Work to be completed
In the records below, find the line with "minTjmaxC?: number;" and the line with "if (need === undefined) return;"; return exactly those lines and every line between them.

Supplied data
==================================================

def test_population_rates_and_age_norms(tmp_path):
    people = [person(f"P{i}", "M", "1975-01-01") for i in range(4)]
    auds = []
    for i in range(4):
        auds.append(ag(f"P{i}", "2024-02-01", "L", (10, 10, 10), kind="baseline"))
        auds.append(ag(f"P{i}", "2025-02-01", "L", (30, 30, 30) if i == 0 else (10, 10, 15)))
    res = run(tmp_path, auds, people, config={"audiometry": {"age_correction": False}})
    pop = res.population.set_index(["group", "year"]).loc[("G1", 2025)]
    assert pop["n_tested"] == 4 and pop["n_sts"] == 1 and pop["n_recordable"] == 1
    assert pop["sts_rate"] == pytest.approx(0.25)
    from scipy.stats import beta  # oracle (tests only)
    assert pop["sts_ci_low"] == pytest.approx(beta.ppf(0.025, 1, 4), abs=1e-9)
    assert pop["sts_ci_high"] == pytest.approx(beta.ppf(0.975, 2, 3), abs=1e-9)
    # mean 2/3/4 kHz average: (30 + 3 * 11.67) / 4; change from 2024 (10 dB)
    assert pop["mean_avg_234"] == pytest.approx((30 + 3 * 35 / 3) / 4)
    assert pop["change_mean_avg"] == pytest.approx((30 + 3 * 35 / 3) / 4 - 10)
    # ISO 7029:2017 Table 1: median at the band's ages, male 50 y at 4 kHz = 3.40e-3 * 32^2.325
    an = res.age_norms.set_index(["age_band", "sex", "freq"]).loc[("50-59", "M", 4000)]
    assert an["n_ears"] == 4
    assert an["iso_median"] == pytest.approx(3.40e-3 * 32 ** 2.325, abs=1e-6)
    assert an["observed_median"] == pytest.approx(15.0)


# ---------------------------------------------------------------------------------------
# pages


def _site_programme(tmp_path: Path) -> Path:
    people = [person(f"RAWID{i}", "M", "1980-01-01", "G1") for i in range(3)] + [
        person("RAWLONE", "F", "1985-01-01", "G2")]
    auds = []
    for p in ("RAWID0", "RAWID1", "RAWID2", "RAWLONE"):
        for e in ("L", "R"):
            auds.append(ag(p, "2024-02-01", e, (10, 10, 10), kind="baseline"))
            auds.append(ag(p, "2025-02-01", e, (30, 30, 35) if p in ("RAWID0", "RAWLONE") else (10, 15, 10)))
    return make_programme(tmp_path / "site", {"people.csv": people, "audiograms.csv": auds},
                          config={"privacy": {"min_group_size": 2}})


def test_pages_public_and_restricted(tmp_path):
    from generator.build import build_site

    root = _site_programme(tmp_path)
    pub = build_site(root, tmp_path / "pub")
    assert "hearing" in pub.pages and "hearing/g1" in pub.pages and "hearing/g2" in pub.pages
    assert not any(s.startswith("people/") for s in pub.pages)
    assert not (tmp_path / "pub" / "people").exists()
    for f in sorted((tmp_path / "pub").rglob("*.html")):
        text = f.read_text(encoding="utf-8")
        assert "RAWID" not in text and "RAWLONE" not in text and "1980-01-01" not in text, f
    html = (tmp_path / "pub" / "hearing.html").read_text(encoding="utf-8")
    assert pub.context.code("RAWID0") in html  # the shift is listed by pseudonymous code
    g2 = (tmp_path / "pub" / "hearing" / "g2.html").read_text(encoding="utf-8")
    assert "suppressed" in g2 and pub.context.code("RAWLONE") not in g2
    assert 'id="hearing-1-figure"' in html and "%Worse-sequential" in html

    res = build_site(root, tmp_path / "res", restricted=True)
    people_pages = sorted(s for s in res.pages if s.startswith("people/"))
    assert people_pages == sorted(f"people/{res.context.code(p)}" for p in ("RAWID0", "RAWID1", "RAWID2", "RAWLONE"))
    over = (tmp_path / "res" / "hearing.html").read_text(encoding="utf-8")
    assert 'href="people.html"' in over  # the restricted overview links the index of person pages
    # the shift listed by code links to the person's page
    assert f'href="people/{res.context.code("RAWID0")}.html"' in over
    assert 'href="people' not in html  # the public one does not
    page = (tmp_path / "res" / f"{people_pages[0]}.html").read_text(encoding="utf-8").replace(" ", "")
    assert '"type":"log"' in page and '"autorange":"reversed"' in page


def test_no_audiograms(tmp_path):
    root = make_programme(tmp_path / "empty", {})
    prog = load_programme(root)
    res = hearing.compute(prog)
    assert res.audiograms.empty and res.cases.empty and res.followups.empty
    assert list(res.hearing_results().columns)[:3] == ["person_id", "ear", "date"]
    assert any("No audiograms" in n for n in res.notes)
    from generator.build import build_site
    rep = build_site(root, tmp_path / "out")
    assert "hearing" in rep.pages
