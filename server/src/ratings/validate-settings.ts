/**
 * Settings as an editor sends them, made safe once at the adapter boundary: an editor reports a
 * setting with no default as null, a hand-edited settings file can hold text or an out-of-range
 * number, and none of that may reach the solver (a line tolerance of −100 % would zero the
 * source). A value that is not a finite number within the manifest's range is dropped, so the
 * core's own default (with its origin) applies instead — never zero, never a clamped guess.
 */
import {
  CORNER_SETTINGS, DERATING_SETTINGS, HINT_DETAILS,
  type AnalysisSettings, type HintDetail, type NumericSetting,
} from './settings';

export function validateSettings(raw: unknown): AnalysisSettings {
  const given = asRecord(raw);
  const out: AnalysisSettings = {};
  const derating = numbersWithin(asRecord(given.derating), DERATING_SETTINGS);
  if (derating) out.derating = derating;
  const corners = numbersWithin(asRecord(given.corners), CORNER_SETTINGS);
  if (corners) out.corners = corners;
  if ((HINT_DETAILS as readonly unknown[]).includes(given.hintDetail)) out.hintDetail = given.hintDetail as HintDetail;
  if (Array.isArray(given.partsFiles)) out.partsFiles = given.partsFiles.filter((p): p is string => typeof p === 'string');
  return out;
}

/** Whether a value is a finite number inside the setting's range. */
export function withinSetting(value: unknown, setting: NumericSetting): value is number {
  if (typeof value !== 'number' || !Number.isFinite(value)) return false;
  return (setting.min === undefined || value >= setting.min) && (setting.max === undefined || value <= setting.max);
}

function numbersWithin<K extends string>(given: Record<string, unknown>, table: { readonly [P in K]: NumericSetting }): Partial<Record<K, number>> | undefined {
  const out: Partial<Record<K, number>> = {};
  let any = false;
  for (const key of Object.keys(table) as K[]) {
    const value = given[key];
    if (!withinSetting(value, table[key])) continue;
    out[key] = value;
    any = true;
  }
  return any ? out : undefined;
}

function asRecord(value: unknown): Record<string, unknown> {
  return typeof value === 'object' && value !== null && !Array.isArray(value) ? (value as Record<string, unknown>) : {};
}
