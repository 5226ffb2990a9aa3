/**
 * Choosing a replacement diode for the part-swap fix: the lowest-rated catalog or parts-file part
 * that meets a requirement, never a silicon Schottky for a mains-class reverse voltage.
 */
import type { DeratingPolicy } from './derating-policy';
import { DEFAULT_IFSM_DURATION_S } from './rating-origin';
import type { DiodePart, DiodeTechnology } from './rating-records';
import { equivalentSurgeA } from './surge-rating';

/**
 * Silicon Schottky rectifiers are not made for mains-class reverse voltages; 200 V is taken as
 * the top of their class (common practice). Silicon-carbide Schottky parts are not limited here.
 */
export const SCHOTTKY_MAX_VRRM_V = 200;

/** A half-sine current pulse: its peak and its length. */
export interface SurgePulse {
  peakA: number;
  durationS: number;
}

/** What a diode must be rated for. All limits are minimum ratings, after derating. */
export interface DiodeRequirement {
  minVrrmV?: number;
  minIfavA?: number;
  /** The pulse the IFSM rating must cover, compared at equal I²t. */
  surge?: SurgePulse;
  minTjmaxC?: number;
  /** Allowed constructions; absent means any. Pass the current part's to keep the designer's choice. */
  technologies?: readonly DiodeTechnology[];
}

/** Worst-case stresses of one diode, as the solver reports them. */
export interface DiodeStress {
  pivV: number;
  iavgA?: number;
  /** Inrush through the device (first half-cycle at switch-on). */
  surge?: SurgePulse;
}

/**
 * Turns stresses into minimum ratings under a policy: VRRM ≥ PIV / vr, IF(AV) ≥ Iavg / if,
 * IFSM ≥ surge peak / ifsm (DESIGN.md §6).
 */
export function diodeRequirementFromStress(stress: DiodeStress, policy: DeratingPolicy): DiodeRequirement {
  const requirement: DiodeRequirement = { minVrrmV: stress.pivV / policy.vr.value };
  if (stress.iavgA !== undefined) requirement.minIfavA = stress.iavgA / policy.if.value;
  if (stress.surge) requirement.surge = { peakA: stress.surge.peakA / policy.ifsm.value, durationS: stress.surge.durationS };
  return requirement;
}

/**
 * Why a part fails a requirement, one phrase per reason; empty when it passes. A rating the
 * requirement needs but the part does not state is a failure: a fix must not guess.
 */
export function checkDiodeRequirement(part: DiodePart, requirement: DiodeRequirement): string[] {
  const r = part.ratings;
  const reasons: string[] = [];
  const technology = r.technology?.value;
  if (requirement.technologies && (technology === undefined || !requirement.technologies.includes(technology))) {
    reasons.push(`technology ${technology ?? 'unknown'} is not among ${requirement.technologies.join(', ')}`);
  }
  if (technology === 'schottky' && (requirement.minVrrmV ?? 0) > SCHOTTKY_MAX_VRRM_V) {
    reasons.push(`a silicon Schottky is not offered above ${SCHOTTKY_MAX_VRRM_V} V reverse (common practice)`);
  }
  const atLeast = (label: string, have: number | undefined, need: number | undefined, unit: string): void => {
    if (need === undefined) return;
    if (have === undefined) reasons.push(`no ${label} rating`);
    else if (have < need) reasons.push(`${label} ${have} ${unit} < ${round(need)} ${unit}`);
  };
  atLeast('VRRM', r.vrrmV?.value, requirement.minVrrmV, 'V');
  atLeast('IF(AV)', r.ifavA?.value, requirement.minIfavA, 'A');
  atLeast('Tjmax', r.tjmaxC?.value, requirement.minTjmaxC, '°C');
  if (requirement.surge) atLeast('IFSM (equal I²t)', surgeCapabilityA(part, requirement.surge.durationS), requirement.surge.peakA, 'A');
  return reasons;
}

/**
 * The lowest-rated part that meets the requirement: the smallest current class first (the
 * smaller, cheaper part), then the lowest VRRM, then the lowest surge rating. When every passing
 * part states a cost, the cheapest wins instead. Undefined when none passes.
 */
export function selectPassingPart(requirement: DiodeRequirement, candidates: readonly DiodePart[]): DiodePart | undefined {
  const passing = candidates.filter((part) => checkDiodeRequirement(part, requirement).length === 0);
  const byCost = passing.length > 0 && passing.every((p) => p.ratings.cost !== undefined);
  const surgeS = requirement.surge?.durationS ?? DEFAULT_IFSM_DURATION_S;
  const keys = (p: DiodePart): number[] => [
    ...(byCost ? [p.ratings.cost!.value] : []),
    p.ratings.ifavA?.value ?? Infinity,
    p.ratings.vrrmV?.value ?? Infinity,
    surgeCapabilityA(p, surgeS) ?? Infinity,
  ];
  const sorted = [...passing].sort((a, b) => compareKeys(keys(a), keys(b)) || a.name.localeCompare(b.name));
  return sorted[0];
}

/** The part's IFSM converted to a pulse length at equal I²t, or undefined without an IFSM. */
export function surgeCapabilityA(part: DiodePart, pulseS: number): number | undefined {
  const ifsm = part.ratings.ifsmA?.value;
  if (ifsm === undefined) return undefined;
  return equivalentSurgeA(ifsm, part.ratings.ifsmDurationS?.value ?? DEFAULT_IFSM_DURATION_S, pulseS);
}

function compareKeys(a: readonly number[], b: readonly number[]): number {
  for (let k = 0; k < a.length; k++) if (a[k] !== b[k]) return a[k] < b[k] ? -1 : 1;
  return 0;
}

function round(value: number): string {
  return String(Number(value.toPrecision(3)));
}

==================================================

Task solution
  minTjmaxC?: number;
  /** Allowed constructions; absent means any. Pass the current part's to keep the designer's choice. */
  technologies?: readonly DiodeTechnology[];
}

/** Worst-case stresses of one diode, as the solver reports them. */
export interface DiodeStress {
  pivV: number;
  iavgA?: number;
  /** Inrush through the device (first half-cycle at switch-on). */
  surge?: SurgePulse;
}

/**
 * Turns stresses into minimum ratings under a policy: VRRM ≥ PIV / vr, IF(AV) ≥ Iavg / if,
 * IFSM ≥ surge peak / ifsm (DESIGN.md §6).
 */
export function diodeRequirementFromStress(stress: DiodeStress, policy: DeratingPolicy): DiodeRequirement {
  const requirement: DiodeRequirement = { minVrrmV: stress.pivV / policy.vr.value };
  if (stress.iavgA !== undefined) requirement.minIfavA = stress.iavgA / policy.if.value;
  if (stress.surge) requirement.surge = { peakA: stress.surge.peakA / policy.ifsm.value, durationS: stress.surge.durationS };
  return requirement;
}

/**
 * Why a part fails a requirement, one phrase per reason; empty when it passes. A rating the
 * requirement needs but the part does not state is a failure: a fix must not guess.
 */
export function checkDiodeRequirement(part: DiodePart, requirement: DiodeRequirement): string[] {
  const r = part.ratings;
  const reasons: string[] = [];
  const technology = r.technology?.value;
  if (requirement.technologies && (technology === undefined || !requirement.technologies.includes(technology))) {
    reasons.push(`technology ${technology ?? 'unknown'} is not among ${requirement.technologies.join(', ')}`);
  }
  if (technology === 'schottky' && (requirement.minVrrmV ?? 0) > SCHOTTKY_MAX_VRRM_V) {
    reasons.push(`a silicon Schottky is not offered above ${SCHOTTKY_MAX_VRRM_V} V reverse (common practice)`);
  }
  const atLeast = (label: string, have: number | undefined, need: number | undefined, unit: string): void => {
    if (need === undefined) return;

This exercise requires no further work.